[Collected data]
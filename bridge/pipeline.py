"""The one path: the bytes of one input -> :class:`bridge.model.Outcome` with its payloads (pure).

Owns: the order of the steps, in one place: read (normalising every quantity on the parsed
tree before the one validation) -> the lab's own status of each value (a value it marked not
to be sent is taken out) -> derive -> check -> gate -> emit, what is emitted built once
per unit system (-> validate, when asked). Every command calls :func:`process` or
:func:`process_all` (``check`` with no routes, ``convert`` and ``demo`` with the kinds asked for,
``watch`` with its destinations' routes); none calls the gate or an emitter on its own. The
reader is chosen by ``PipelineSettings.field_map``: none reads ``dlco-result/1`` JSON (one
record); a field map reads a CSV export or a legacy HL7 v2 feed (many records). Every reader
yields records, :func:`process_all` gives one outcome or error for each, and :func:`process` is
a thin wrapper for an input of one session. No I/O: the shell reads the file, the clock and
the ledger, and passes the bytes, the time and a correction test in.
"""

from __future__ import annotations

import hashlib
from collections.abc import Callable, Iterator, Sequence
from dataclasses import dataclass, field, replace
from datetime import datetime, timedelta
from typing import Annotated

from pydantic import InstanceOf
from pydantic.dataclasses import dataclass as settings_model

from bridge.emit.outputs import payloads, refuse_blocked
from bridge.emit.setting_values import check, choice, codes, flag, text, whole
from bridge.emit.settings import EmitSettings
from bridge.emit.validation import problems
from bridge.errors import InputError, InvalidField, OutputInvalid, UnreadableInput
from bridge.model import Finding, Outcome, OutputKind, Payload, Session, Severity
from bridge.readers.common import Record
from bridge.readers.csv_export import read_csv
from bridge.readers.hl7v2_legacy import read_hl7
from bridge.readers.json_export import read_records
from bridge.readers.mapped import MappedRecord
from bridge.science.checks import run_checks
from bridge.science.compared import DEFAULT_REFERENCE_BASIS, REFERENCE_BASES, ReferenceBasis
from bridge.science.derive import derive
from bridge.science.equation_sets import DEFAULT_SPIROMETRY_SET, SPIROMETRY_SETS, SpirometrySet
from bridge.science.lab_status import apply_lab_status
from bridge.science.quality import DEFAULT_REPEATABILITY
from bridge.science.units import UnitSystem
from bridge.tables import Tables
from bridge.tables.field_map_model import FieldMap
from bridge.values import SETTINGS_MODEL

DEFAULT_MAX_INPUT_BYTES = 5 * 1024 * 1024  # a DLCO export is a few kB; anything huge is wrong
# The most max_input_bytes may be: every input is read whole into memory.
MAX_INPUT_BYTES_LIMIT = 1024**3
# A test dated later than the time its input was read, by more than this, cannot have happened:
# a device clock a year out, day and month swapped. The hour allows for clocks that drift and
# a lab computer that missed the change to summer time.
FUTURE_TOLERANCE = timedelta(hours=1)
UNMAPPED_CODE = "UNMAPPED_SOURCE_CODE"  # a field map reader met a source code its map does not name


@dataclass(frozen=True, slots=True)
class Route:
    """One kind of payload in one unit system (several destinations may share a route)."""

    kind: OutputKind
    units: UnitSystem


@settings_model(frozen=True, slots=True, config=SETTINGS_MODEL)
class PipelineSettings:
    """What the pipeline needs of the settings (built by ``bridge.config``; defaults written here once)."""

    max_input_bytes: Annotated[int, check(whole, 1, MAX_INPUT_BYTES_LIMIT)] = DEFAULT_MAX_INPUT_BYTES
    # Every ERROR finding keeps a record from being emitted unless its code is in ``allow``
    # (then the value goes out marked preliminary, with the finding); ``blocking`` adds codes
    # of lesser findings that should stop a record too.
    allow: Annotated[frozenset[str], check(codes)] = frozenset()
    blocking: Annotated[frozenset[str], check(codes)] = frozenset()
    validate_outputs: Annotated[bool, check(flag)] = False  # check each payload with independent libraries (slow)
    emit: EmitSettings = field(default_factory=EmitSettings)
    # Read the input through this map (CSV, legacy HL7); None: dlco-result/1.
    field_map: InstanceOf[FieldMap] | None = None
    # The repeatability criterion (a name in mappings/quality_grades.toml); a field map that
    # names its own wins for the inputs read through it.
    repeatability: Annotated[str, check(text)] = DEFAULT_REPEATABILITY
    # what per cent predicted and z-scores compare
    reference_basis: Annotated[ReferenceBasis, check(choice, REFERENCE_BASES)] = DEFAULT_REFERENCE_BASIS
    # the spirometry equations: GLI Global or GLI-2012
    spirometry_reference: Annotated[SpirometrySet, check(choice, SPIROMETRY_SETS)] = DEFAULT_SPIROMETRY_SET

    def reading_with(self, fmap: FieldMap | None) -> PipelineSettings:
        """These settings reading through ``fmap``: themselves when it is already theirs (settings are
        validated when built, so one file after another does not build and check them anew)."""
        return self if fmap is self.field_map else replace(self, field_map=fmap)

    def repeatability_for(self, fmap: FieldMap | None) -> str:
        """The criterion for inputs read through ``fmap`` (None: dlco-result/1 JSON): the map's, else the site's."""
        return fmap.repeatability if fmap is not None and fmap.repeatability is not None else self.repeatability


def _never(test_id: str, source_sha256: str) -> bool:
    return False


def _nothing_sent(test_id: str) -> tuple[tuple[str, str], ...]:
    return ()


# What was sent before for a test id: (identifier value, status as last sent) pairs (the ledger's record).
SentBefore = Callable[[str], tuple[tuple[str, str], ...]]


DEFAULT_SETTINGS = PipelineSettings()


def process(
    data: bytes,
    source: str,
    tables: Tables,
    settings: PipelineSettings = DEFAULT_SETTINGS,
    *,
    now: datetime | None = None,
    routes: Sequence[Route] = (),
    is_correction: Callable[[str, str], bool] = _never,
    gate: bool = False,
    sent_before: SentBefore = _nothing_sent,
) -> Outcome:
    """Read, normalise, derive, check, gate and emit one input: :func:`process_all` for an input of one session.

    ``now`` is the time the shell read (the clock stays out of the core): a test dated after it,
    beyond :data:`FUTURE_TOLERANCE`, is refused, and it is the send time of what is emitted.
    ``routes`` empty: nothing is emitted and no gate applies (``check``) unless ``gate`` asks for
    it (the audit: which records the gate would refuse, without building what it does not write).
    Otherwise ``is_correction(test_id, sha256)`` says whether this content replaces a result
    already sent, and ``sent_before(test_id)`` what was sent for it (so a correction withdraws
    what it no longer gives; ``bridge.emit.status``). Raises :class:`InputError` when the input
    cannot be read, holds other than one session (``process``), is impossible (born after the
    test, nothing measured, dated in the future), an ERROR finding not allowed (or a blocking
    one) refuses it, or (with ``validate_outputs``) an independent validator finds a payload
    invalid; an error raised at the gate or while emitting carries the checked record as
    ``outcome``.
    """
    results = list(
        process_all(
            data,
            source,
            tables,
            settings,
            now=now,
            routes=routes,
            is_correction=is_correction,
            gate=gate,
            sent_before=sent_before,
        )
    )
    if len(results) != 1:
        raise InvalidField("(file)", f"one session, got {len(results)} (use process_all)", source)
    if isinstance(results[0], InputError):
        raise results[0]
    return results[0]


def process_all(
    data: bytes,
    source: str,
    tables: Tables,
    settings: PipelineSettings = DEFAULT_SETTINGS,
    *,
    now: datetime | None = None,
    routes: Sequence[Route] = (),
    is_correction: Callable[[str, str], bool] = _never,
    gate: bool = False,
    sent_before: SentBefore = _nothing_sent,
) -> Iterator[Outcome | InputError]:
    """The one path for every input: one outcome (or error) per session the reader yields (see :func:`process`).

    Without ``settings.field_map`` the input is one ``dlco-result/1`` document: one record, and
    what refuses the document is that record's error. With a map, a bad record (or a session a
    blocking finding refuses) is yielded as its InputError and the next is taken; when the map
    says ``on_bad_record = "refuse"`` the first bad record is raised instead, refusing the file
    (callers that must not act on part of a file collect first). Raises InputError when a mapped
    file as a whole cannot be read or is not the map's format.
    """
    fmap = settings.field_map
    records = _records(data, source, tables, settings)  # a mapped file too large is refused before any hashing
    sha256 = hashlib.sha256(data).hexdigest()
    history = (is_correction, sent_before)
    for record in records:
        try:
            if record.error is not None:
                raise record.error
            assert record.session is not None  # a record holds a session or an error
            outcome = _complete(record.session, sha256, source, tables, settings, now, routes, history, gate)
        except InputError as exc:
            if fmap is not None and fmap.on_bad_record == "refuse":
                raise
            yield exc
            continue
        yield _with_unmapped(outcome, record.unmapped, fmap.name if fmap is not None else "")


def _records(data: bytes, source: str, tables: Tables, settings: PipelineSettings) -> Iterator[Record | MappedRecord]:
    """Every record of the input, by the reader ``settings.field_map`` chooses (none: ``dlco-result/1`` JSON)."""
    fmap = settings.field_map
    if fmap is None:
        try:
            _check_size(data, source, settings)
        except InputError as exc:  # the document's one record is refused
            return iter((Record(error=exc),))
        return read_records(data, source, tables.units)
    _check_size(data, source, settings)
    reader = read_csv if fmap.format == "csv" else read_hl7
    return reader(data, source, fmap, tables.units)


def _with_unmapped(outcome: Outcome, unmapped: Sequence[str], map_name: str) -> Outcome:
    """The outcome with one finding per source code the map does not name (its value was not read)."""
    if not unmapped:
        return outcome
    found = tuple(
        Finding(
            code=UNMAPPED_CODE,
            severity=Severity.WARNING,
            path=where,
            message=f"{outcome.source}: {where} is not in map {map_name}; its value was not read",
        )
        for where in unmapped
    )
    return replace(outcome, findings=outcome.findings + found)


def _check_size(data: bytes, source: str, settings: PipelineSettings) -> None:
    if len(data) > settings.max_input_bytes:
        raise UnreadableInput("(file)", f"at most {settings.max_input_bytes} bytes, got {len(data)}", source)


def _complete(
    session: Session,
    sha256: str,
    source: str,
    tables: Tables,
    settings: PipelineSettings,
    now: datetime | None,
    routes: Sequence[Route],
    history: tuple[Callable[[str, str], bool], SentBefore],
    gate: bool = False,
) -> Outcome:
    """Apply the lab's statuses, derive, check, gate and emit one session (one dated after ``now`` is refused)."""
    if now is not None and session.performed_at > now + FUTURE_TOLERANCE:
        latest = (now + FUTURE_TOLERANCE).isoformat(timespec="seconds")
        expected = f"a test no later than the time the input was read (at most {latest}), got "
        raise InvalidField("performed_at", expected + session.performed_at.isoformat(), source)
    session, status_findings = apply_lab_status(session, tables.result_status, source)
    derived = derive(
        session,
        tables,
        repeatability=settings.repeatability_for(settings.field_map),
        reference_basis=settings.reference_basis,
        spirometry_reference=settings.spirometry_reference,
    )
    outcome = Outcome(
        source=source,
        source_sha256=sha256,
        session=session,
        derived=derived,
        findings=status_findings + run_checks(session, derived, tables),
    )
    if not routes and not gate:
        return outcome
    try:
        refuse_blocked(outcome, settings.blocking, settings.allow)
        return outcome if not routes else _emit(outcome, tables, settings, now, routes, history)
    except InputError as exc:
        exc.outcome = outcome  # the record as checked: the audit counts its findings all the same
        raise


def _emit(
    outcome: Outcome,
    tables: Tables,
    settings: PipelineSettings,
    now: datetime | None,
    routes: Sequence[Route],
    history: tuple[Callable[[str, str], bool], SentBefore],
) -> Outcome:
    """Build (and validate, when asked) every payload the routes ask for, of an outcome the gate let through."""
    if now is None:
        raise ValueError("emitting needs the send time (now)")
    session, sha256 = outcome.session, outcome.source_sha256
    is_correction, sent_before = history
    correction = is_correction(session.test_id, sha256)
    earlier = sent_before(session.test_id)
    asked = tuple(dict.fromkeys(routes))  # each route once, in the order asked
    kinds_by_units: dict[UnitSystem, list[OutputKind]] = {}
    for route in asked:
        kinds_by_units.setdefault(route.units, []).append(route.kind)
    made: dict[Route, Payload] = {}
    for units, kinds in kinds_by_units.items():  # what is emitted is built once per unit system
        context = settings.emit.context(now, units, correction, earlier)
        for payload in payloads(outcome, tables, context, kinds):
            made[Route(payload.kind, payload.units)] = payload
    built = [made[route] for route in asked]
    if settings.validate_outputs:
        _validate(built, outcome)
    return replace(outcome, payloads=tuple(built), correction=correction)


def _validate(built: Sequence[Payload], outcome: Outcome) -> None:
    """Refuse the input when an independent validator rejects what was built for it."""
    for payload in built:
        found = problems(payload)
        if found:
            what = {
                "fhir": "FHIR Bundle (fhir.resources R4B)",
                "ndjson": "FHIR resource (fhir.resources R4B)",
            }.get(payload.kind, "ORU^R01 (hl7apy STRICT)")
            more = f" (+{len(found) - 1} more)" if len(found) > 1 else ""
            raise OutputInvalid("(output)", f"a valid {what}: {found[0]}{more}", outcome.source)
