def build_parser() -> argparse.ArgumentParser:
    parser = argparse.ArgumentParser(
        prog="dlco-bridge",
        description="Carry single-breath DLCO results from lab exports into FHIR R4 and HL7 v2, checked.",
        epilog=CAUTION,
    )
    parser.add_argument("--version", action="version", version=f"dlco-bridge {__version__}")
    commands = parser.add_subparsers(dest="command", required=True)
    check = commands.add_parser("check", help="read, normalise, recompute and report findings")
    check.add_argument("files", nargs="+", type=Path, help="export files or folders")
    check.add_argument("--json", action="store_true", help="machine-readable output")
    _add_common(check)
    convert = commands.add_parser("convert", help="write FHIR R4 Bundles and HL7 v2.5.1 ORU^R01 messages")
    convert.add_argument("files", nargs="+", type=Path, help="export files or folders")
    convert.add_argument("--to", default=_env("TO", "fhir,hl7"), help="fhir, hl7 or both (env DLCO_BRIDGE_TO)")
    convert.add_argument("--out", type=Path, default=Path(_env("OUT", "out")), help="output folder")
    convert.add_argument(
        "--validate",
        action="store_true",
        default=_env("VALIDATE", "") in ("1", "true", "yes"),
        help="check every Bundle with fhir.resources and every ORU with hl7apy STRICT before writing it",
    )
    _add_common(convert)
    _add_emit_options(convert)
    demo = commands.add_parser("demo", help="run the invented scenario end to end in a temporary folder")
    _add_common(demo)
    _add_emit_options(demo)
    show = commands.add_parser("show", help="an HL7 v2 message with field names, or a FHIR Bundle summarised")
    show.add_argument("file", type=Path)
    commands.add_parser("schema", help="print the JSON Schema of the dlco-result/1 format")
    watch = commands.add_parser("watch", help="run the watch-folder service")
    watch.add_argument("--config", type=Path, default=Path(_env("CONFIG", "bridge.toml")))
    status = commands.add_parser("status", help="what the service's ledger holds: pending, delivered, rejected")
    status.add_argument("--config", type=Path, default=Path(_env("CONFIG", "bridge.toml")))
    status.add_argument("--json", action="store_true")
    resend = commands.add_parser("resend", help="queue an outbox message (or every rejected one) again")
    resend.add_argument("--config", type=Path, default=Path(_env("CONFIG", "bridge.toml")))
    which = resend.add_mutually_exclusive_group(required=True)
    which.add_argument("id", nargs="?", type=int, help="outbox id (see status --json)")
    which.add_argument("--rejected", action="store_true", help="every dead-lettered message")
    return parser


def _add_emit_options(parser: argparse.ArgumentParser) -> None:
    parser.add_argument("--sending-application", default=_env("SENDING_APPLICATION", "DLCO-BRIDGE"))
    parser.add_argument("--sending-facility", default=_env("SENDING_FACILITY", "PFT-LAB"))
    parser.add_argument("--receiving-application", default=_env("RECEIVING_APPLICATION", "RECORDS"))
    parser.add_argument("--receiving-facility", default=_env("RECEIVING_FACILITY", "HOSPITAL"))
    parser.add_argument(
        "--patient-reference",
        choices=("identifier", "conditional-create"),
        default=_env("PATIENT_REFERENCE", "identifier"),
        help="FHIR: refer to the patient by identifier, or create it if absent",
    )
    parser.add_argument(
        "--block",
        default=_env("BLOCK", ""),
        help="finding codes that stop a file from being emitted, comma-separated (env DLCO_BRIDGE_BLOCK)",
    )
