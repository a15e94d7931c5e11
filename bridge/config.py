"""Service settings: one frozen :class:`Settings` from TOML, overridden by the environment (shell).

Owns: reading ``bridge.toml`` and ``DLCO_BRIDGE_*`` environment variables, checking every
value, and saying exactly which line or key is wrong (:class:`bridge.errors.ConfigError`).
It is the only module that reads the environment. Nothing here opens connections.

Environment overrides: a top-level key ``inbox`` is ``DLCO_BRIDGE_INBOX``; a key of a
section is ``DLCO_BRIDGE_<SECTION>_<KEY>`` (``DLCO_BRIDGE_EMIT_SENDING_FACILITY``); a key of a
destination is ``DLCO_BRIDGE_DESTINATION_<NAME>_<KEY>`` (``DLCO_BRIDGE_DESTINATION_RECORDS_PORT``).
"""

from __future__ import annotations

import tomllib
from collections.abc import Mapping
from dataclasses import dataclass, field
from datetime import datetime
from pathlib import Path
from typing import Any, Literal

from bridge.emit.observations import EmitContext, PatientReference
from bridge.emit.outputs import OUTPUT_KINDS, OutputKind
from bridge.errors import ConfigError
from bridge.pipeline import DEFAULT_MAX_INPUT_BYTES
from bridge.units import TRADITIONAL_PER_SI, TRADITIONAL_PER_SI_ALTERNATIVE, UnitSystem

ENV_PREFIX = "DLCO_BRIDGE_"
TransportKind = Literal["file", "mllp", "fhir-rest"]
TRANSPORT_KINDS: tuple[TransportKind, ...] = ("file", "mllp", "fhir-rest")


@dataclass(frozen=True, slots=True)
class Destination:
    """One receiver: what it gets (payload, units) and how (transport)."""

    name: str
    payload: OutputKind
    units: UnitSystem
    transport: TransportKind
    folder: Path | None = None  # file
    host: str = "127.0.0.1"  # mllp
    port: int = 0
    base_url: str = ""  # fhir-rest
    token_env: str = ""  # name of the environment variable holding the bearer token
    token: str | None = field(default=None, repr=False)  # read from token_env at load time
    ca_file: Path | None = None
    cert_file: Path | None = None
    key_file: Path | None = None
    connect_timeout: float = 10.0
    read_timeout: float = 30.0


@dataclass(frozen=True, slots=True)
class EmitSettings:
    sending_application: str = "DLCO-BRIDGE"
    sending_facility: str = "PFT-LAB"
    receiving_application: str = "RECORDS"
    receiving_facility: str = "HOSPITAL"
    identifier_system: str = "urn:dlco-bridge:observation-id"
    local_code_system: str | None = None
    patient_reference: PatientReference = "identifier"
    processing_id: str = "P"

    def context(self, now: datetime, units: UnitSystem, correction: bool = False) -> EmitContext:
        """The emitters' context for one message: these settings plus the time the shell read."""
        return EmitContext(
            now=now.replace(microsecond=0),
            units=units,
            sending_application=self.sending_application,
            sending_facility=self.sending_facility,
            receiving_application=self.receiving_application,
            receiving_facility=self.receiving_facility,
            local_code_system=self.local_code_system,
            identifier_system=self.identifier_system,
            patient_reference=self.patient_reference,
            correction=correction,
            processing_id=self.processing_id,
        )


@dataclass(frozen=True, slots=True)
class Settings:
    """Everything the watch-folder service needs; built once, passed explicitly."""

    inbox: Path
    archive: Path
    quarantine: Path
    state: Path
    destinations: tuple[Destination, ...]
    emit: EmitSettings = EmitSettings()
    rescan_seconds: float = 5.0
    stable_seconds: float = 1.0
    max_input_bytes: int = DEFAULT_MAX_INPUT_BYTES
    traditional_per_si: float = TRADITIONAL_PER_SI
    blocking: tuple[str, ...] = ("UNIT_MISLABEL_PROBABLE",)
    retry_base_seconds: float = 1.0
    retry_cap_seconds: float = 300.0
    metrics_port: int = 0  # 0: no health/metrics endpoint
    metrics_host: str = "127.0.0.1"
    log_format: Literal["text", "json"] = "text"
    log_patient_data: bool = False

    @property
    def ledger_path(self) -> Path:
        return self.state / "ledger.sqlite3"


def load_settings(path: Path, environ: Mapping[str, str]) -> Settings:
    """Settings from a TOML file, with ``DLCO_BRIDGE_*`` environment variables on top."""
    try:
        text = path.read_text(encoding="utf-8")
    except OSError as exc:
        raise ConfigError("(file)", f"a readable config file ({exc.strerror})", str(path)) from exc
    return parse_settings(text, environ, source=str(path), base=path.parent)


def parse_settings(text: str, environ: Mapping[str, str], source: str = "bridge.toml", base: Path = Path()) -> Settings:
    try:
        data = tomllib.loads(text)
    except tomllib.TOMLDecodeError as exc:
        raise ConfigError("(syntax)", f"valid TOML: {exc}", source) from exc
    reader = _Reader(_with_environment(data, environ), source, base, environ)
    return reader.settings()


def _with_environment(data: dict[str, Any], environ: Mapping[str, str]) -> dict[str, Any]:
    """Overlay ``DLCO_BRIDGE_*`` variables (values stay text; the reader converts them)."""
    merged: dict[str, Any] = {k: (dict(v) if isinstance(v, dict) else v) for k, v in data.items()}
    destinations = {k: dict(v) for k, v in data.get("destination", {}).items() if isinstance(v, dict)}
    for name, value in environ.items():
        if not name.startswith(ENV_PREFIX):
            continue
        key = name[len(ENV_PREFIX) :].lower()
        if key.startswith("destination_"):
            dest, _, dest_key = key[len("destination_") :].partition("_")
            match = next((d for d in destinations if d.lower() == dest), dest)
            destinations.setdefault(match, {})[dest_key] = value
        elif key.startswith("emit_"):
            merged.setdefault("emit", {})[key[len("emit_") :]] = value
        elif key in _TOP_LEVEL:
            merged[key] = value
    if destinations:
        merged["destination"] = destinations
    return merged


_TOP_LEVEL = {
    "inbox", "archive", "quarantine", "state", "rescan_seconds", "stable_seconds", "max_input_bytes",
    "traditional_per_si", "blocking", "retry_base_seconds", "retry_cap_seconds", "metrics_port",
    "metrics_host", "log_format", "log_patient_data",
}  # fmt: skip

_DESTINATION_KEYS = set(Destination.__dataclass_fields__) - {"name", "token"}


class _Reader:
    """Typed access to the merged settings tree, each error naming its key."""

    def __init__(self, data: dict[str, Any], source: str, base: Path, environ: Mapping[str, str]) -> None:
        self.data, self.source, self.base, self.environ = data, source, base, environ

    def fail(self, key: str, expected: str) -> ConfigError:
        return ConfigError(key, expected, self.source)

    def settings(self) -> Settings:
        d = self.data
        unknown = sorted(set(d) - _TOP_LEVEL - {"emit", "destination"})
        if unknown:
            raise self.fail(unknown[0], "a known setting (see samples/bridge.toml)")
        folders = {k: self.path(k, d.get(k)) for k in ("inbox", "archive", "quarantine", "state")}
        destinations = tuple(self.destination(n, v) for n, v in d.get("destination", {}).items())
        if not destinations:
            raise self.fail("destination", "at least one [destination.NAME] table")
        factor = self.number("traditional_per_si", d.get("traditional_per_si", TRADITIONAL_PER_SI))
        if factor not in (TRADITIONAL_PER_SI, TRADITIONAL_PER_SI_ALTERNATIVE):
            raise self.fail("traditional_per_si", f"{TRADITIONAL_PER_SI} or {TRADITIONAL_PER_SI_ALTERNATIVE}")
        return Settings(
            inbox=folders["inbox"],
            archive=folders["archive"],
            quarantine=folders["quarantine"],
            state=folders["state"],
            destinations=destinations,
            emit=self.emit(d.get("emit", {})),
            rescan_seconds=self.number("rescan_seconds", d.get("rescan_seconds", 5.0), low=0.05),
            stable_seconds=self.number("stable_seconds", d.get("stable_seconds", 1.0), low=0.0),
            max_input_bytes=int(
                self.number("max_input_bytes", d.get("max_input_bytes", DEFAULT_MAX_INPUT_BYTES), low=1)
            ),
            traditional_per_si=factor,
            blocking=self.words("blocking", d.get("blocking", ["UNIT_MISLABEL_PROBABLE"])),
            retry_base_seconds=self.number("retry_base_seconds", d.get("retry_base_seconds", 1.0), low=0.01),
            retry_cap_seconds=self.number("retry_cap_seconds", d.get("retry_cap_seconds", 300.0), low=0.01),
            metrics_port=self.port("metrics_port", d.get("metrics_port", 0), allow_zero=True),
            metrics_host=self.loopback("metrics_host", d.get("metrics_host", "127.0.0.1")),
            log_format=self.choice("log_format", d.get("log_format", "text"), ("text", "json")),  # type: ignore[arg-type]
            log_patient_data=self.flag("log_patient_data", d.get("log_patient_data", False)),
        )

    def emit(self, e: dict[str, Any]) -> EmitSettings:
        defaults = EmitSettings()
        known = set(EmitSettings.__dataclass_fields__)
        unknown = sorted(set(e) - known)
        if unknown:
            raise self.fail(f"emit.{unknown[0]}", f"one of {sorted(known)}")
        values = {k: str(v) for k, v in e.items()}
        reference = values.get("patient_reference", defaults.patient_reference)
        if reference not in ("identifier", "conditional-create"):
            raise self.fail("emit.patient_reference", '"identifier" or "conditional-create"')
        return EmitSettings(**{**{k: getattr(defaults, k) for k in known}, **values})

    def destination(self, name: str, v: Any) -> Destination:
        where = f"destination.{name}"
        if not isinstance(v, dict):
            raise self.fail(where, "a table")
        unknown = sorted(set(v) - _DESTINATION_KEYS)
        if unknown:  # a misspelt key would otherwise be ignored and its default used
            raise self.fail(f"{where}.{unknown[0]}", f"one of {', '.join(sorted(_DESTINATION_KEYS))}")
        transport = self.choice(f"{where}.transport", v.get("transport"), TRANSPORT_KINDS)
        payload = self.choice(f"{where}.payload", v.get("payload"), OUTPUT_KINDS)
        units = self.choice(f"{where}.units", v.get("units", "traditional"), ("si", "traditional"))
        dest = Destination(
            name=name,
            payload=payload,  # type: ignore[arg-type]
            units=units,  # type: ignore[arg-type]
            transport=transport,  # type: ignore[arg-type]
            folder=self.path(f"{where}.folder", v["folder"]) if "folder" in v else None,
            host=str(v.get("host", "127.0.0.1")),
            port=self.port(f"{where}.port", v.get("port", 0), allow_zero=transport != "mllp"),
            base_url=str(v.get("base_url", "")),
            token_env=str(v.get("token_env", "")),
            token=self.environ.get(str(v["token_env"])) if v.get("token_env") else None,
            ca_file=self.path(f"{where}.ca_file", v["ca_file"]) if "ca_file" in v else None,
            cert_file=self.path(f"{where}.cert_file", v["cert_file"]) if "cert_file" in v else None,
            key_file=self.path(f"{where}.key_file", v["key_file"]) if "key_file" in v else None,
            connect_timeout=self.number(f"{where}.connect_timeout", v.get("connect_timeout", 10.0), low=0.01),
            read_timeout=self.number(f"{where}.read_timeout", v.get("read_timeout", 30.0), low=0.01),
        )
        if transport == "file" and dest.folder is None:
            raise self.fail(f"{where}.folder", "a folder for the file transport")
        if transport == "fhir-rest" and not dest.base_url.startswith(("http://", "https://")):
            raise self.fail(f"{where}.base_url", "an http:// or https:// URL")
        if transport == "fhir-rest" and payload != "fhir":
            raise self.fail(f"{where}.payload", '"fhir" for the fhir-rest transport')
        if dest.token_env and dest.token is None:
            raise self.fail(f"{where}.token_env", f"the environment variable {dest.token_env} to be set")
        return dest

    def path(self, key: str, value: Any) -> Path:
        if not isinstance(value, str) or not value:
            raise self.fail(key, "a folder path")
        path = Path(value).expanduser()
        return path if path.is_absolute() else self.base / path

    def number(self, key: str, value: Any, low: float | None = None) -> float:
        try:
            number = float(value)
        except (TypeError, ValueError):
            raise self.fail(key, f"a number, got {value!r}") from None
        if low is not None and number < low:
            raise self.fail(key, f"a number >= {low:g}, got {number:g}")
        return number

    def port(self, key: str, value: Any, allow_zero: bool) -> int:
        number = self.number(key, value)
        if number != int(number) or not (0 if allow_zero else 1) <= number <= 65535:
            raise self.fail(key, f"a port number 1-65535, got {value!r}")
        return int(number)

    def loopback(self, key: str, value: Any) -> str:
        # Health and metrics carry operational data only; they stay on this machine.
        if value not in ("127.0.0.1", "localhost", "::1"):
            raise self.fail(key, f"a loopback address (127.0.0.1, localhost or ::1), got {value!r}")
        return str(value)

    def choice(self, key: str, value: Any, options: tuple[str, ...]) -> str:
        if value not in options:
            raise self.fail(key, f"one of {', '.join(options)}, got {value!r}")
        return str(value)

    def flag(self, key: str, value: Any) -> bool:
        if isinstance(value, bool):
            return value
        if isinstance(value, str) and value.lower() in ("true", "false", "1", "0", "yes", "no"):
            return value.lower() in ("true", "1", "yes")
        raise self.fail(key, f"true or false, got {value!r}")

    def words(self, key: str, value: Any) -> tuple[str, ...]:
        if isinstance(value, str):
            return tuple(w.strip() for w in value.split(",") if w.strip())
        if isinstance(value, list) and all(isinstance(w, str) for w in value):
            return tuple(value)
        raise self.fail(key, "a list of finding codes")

_WORK TO COMPLETE_: Reproduce only the lines above, starting at the line with "from collections.abc import Callable, Iterator, Sequence" and ending at the line with "# a device clock", exactly as written.

_SOLUTION BELOW_:
from collections.abc import Callable, Iterator, Sequence
from dataclasses import dataclass, field, replace
from datetime import datetime, timedelta
from typing import Annotated

from pydantic import InstanceOf
from pydantic.dataclasses import dataclass as settings_model

from bridge.emit.outputs import payloads, refuse_blocked
from bridge.emit.setting_values import check, choice, codes, flag, text, whole
from bridge.emit.settings import EmitSettings
from bridge.emit.validation import problems
from bridge.errors import InputError, InvalidField, OutputInvalid, UnreadableInput
from bridge.model import Finding, Outcome, OutputKind, Payload, Session, Severity
from bridge.readers.common import Record
from bridge.readers.csv_export import read_csv
from bridge.readers.hl7v2_legacy import read_hl7
from bridge.readers.json_export import read_records
from bridge.readers.mapped import MappedRecord
from bridge.science.checks import run_checks
from bridge.science.compared import DEFAULT_REFERENCE_BASIS, REFERENCE_BASES, ReferenceBasis
from bridge.science.derive import derive
from bridge.science.equation_sets import DEFAULT_SPIROMETRY_SET, SPIROMETRY_SETS, SpirometrySet
from bridge.science.lab_status import apply_lab_status
from bridge.science.quality import DEFAULT_REPEATABILITY
from bridge.science.units import UnitSystem
from bridge.tables import Tables
from bridge.tables.field_map_model import FieldMap
from bridge.values import SETTINGS_MODEL

DEFAULT_MAX_INPUT_BYTES = 5 * 1024 * 1024  # a DLCO export is a few kB; anything huge is wrong
# The most max_input_bytes may be: every input is read whole into memory.
MAX_INPUT_BYTES_LIMIT = 1024**3
# A test dated later than the time its input was read, by more than this, cannot have happened:
# a device clock a year out, day and month swapped. The hour allows for clocks that drift and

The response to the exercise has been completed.